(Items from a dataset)

=== Section Start ===

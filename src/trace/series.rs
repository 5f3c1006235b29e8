//! Smoothed terms as series in 1/k.
//!
//! The Gaussian mean of (k + t)^alpha exp(i (k + t) l) over t of standard deviation s, with the binomial series of
//! (k + t)^alpha and E[t^m exp(i t l)] = (i s)^m He_m(s l) exp(-(s l)^2/2), is
//!
//! ```text
//! exp(i k l) sum_m binom(alpha, m) (i s)^m He_m(s l) exp(-(s l)^2/2) k^(alpha - m).
//! ```
//!
//! That is the same as exp(i k l) exp(-(s l)^2/2) E[(k + i s^2 l + s xi)^alpha], arranged so that k and l separate: every
//! power of k multiplies one exponential sum. Strips join in through Hankel's expansion (DLMF 10.17.5),
//!
//! ```text
//! k J1(k l) = Re[k H1(k l)],  k H1(k l) = sqrt(2/(pi l)) exp(-3 pi i/4) sum_j i^j a_j(1) l^-j k^(1/2 - j) exp(i k l).
//! ```
//!
//! Both series are asymptotic: they are cut before the term that can fall below the accuracy soonest, and they hold from the
//! k at which that term does.

use std::f64::consts::{FRAC_2_PI, PI};
use std::sync::LazyLock;

use num_complex::Complex64;

use super::term::{Amplitude, Term};

/// Longest series kept. Up to here the asymptotic series reach 1e-15 for all k that they can serve at all: their smallest
/// terms lie at orders 2 k l (Hankel) and (k/s)^2 (Gaussian), both near 35 where that term is 1e-15.
const MAX_ORDER: usize = 48;

/// Bound kappa of |He_m(x)| <= kappa sqrt(m!) exp(x^2/4) (Cramer; Abramowitz & Stegun 22.14.17).
const CRAMER: f64 = 1.086_435;

/// The error of an asymptotic series is taken as this many times its first omitted term.
const OMITTED_TERMS: f64 = 8.0;

/// Power of k in front of a series.
#[derive(Clone, Copy, Debug, PartialEq, Eq, PartialOrd, Ord)]
pub(super) enum Leading {
    /// k^0.
    Constant,
    /// k^(1/2).
    SquareRoot,
}

impl Leading {
    /// The exponent itself.
    pub(super) fn exponent(self) -> f64 {
        match self {
            Self::Constant => 0.0,
            Self::SquareRoot => 0.5,
        }
    }
}

/// The amplitude of a smoothed term, without its phase correction: k^p sum_n c_n (reference/k)^n for k >= `valid_from`.
#[derive(Clone, Debug)]
pub(super) struct PowerSeries {
    /// The power p in front.
    pub(super) leading: Leading,
    /// c_0; the Gaussian's factor exp(-(s l)^2/2) is inside all of them.
    pub(super) first: Complex64,
    /// c_1, c_2, ...
    pub(super) rest: Vec<Complex64>,
    /// The k at which the powers of 1/k are 1.
    pub(super) reference: f64,
    /// Smallest k for which the accuracy asked for holds; infinite where the series cannot reach it.
    pub(super) valid_from: f64,
    /// Size of c_0 before smoothing, to which accuracies refer.
    pub(super) unsmoothed: f64,
}

impl PowerSeries {
    /// The series of `term` smoothed with standard deviation `smoothing`, with errors below `accuracy` of the unsmoothed
    /// amplitude.
    pub(super) fn new(term: &Term, smoothing: f64, accuracy: f64) -> Self {
        match term.amplitude {
            Amplitude::Constant | Amplitude::CorrectedConstant { .. } => Self {
                leading: Leading::Constant,
                first: term.coefficient * gaussian(smoothing * term.length),
                rest: Vec::new(),
                reference: 1.0,
                valid_from: 0.0,
                unsmoothed: term.coefficient.norm(),
            },
            Amplitude::Torus { .. } => {
                let gaussian = GaussianPowers::new(term.length, smoothing);
                Self::truncated(
                    term.coefficient,
                    gaussian.series(0).collect(),
                    gaussian.bounds(0).collect(),
                    smoothing,
                    accuracy,
                )
            }
            Amplitude::Strip => Self::strip(term, smoothing, accuracy),
        }
    }

    fn strip(term: &Term, smoothing: f64, accuracy: f64) -> Self {
        let gaussian = GaussianPowers::new(term.length, smoothing);
        let mut coefficients = vec![Complex64::ZERO; MAX_ORDER + 1];
        let mut bounds = vec![0.0; MAX_ORDER + 1];
        // i^j a_j(1) l^-j, j = 0, 1, ...
        let mut hankel = Complex64::ONE;
        for j in 0..=MAX_ORDER {
            let orders = gaussian.series(j).zip(gaussian.bounds(j));
            for (m, (coefficient, bound)) in orders.take(MAX_ORDER + 1 - j).enumerate() {
                coefficients[j + m] += hankel * coefficient;
                bounds[j + m] += hankel.norm() * bound;
            }
            let next = (j + 1) as f64;
            let odd = 2.0 * next - 1.0;
            hankel *= Complex64::I * ((4.0 - odd * odd) / (8.0 * next * term.length));
        }
        let front = Complex64::from_polar((FRAC_2_PI / term.length).sqrt(), -0.75 * PI);
        Self::truncated(
            front * term.coefficient.re,
            coefficients,
            bounds,
            smoothing,
            accuracy,
        )
    }

    /// Cuts a series in front of the term that falls below the accuracy first as k grows, and scales it.
    fn truncated(
        front: Complex64,
        coefficients: Vec<Complex64>,
        bounds: Vec<f64>,
        smoothing: f64,
        accuracy: f64,
    ) -> Self {
        let tolerance = accuracy / OMITTED_TERMS;
        let mut omitted = MAX_ORDER;
        let mut valid_from = f64::INFINITY;
        // The series know nothing of the branch point at k = 0, whose part in the mean is exp(-(k/s)^2/2), also where the
        // wave itself is smoothed away.
        let clear_of_zero = smoothing * (-2.0 * tolerance.min(1.0).ln()).sqrt();
        for (order, bound) in bounds.iter().enumerate().skip(1) {
            let from = (bound / tolerance).powf(1.0 / order as f64);
            if from < valid_from {
                (omitted, valid_from) = (order, from);
            }
        }
        valid_from = valid_from.max(clear_of_zero);
        if !front.is_finite() {
            valid_from = f64::INFINITY;
        }
        // Without smoothing a torus needs one power only, from k = 0 on: nothing is there to scale.
        let reference = if valid_from > 0.0 && valid_from.is_finite() {
            valid_from
        } else {
            1.0
        };
        let mut scale = 1.0;
        let scaled = coefficients
            .iter()
            .take(omitted)
            .skip(1)
            .map(|coefficient| {
                scale /= reference;
                front * coefficient * scale
            });
        Self {
            leading: Leading::SquareRoot,
            first: front * coefficients[0],
            rest: scaled.collect(),
            reference,
            valid_from,
            unsmoothed: front.norm(),
        }
    }

    /// Whether the series holds at k.
    pub(super) fn holds_at(&self, k: f64) -> bool {
        self.leading == Leading::Constant || (k > 0.0 && k >= self.valid_from)
    }

    /// The amplitude A(k) and its derivative.
    pub(super) fn amplitude(&self, k: f64) -> (Complex64, Complex64) {
        if self.leading == Leading::Constant {
            return (self.first, Complex64::ZERO);
        }
        let exponent = self.leading.exponent();
        let u = self.reference / k;
        let (mut sum, mut slope) = (Complex64::ZERO, Complex64::ZERO);
        for (order, coefficient) in self.rest.iter().enumerate().rev() {
            sum = (sum + coefficient) * u;
            slope = (slope + coefficient * (exponent - (order + 1) as f64)) * u;
        }
        let power = k.powf(exponent);
        (
            (sum + self.first) * power,
            (slope + self.first * exponent) * (power / k),
        )
    }

    /// How many powers matter for k >= `from`: the others are below `tolerance` of the unsmoothed amplitude. 0 if none does.
    pub(super) fn orders(&self, from: f64, tolerance: f64) -> usize {
        let limit = tolerance * self.unsmoothed;
        let u = self.reference / from;
        let mut power = 1.0;
        let mut orders = usize::from(self.first.l1_norm() > limit);
        for (order, coefficient) in self.rest.iter().enumerate() {
            power *= u;
            if coefficient.l1_norm() * power > limit {
                orders = order + 2;
            }
        }
        orders
    }

    /// The first `orders` coefficients scaled to another reference.
    pub(super) fn rescaled(&self, reference: f64, orders: usize) -> Vec<Complex64> {
        let u = self.reference / reference;
        let mut power = 1.0;
        let rest = self.rest.iter().map(|coefficient| {
            power *= u;
            coefficient * power
        });
        std::iter::once(self.first)
            .chain(rest)
            .take(orders)
            .collect()
    }
}

/// exp(-x^2/2).
pub(super) fn gaussian(x: f64) -> f64 {
    (-0.5 * x * x).exp()
}

/// The parts of the Gaussian mean of k^(1/2 - j) exp(i k l) that all j share.
struct GaussianPowers {
    /// (i s)^m He_m(s l) exp(-(s l)^2/2).
    moments: Vec<Complex64>,
    /// Bounds of their sizes.
    bounds: Vec<f64>,
}

impl GaussianPowers {
    fn new(length: f64, smoothing: f64) -> Self {
        let x = smoothing * length;
        let (mut before, mut hermite) = (0.0, gaussian(x));
        let mut factor = Complex64::ONE;
        let mut bound = CRAMER * gaussian(x).sqrt();
        let mut moments = Vec::with_capacity(MAX_ORDER + 1);
        let mut bounds = Vec::with_capacity(MAX_ORDER + 1);
        for m in 0..=MAX_ORDER {
            moments.push(factor * hermite);
            bounds.push(bound);
            // He_(m+1)(x) = x He_m(x) - m He_(m-1)(x)
            (before, hermite) = (hermite, x * hermite - m as f64 * before);
            factor *= Complex64::I * smoothing;
            bound *= smoothing * ((m + 1) as f64).sqrt();
        }
        Self { moments, bounds }
    }

    /// binom(1/2 - j, m) times the moments.
    fn series(&self, j: usize) -> impl Iterator<Item = Complex64> {
        self.moments
            .iter()
            .zip(&BINOMIALS[j])
            .map(|(moment, binomial)| moment * binomial)
    }

    fn bounds(&self, j: usize) -> impl Iterator<Item = f64> {
        self.bounds
            .iter()
            .zip(&BINOMIALS[j])
            .map(|(bound, binomial)| bound * binomial.abs())
    }
}

/// binom(1/2 - j, m), by j and m.
static BINOMIALS: LazyLock<Vec<Vec<f64>>> = LazyLock::new(|| {
    let row = |j: usize| {
        let mut value = 1.0;
        let next = |m: usize| {
            let binomial = value;
            value *= (0.5 - j as f64 - m as f64) / (m as f64 + 1.0);
            binomial
        };
        (0..=MAX_ORDER).map(next).collect()
    };
    (0..=MAX_ORDER).map(row).collect()
});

=== Section End ===

Exercise prompt :: Lines with the word "asymptotic" in the data need counting; report the count alone.

Solution to this task :: 3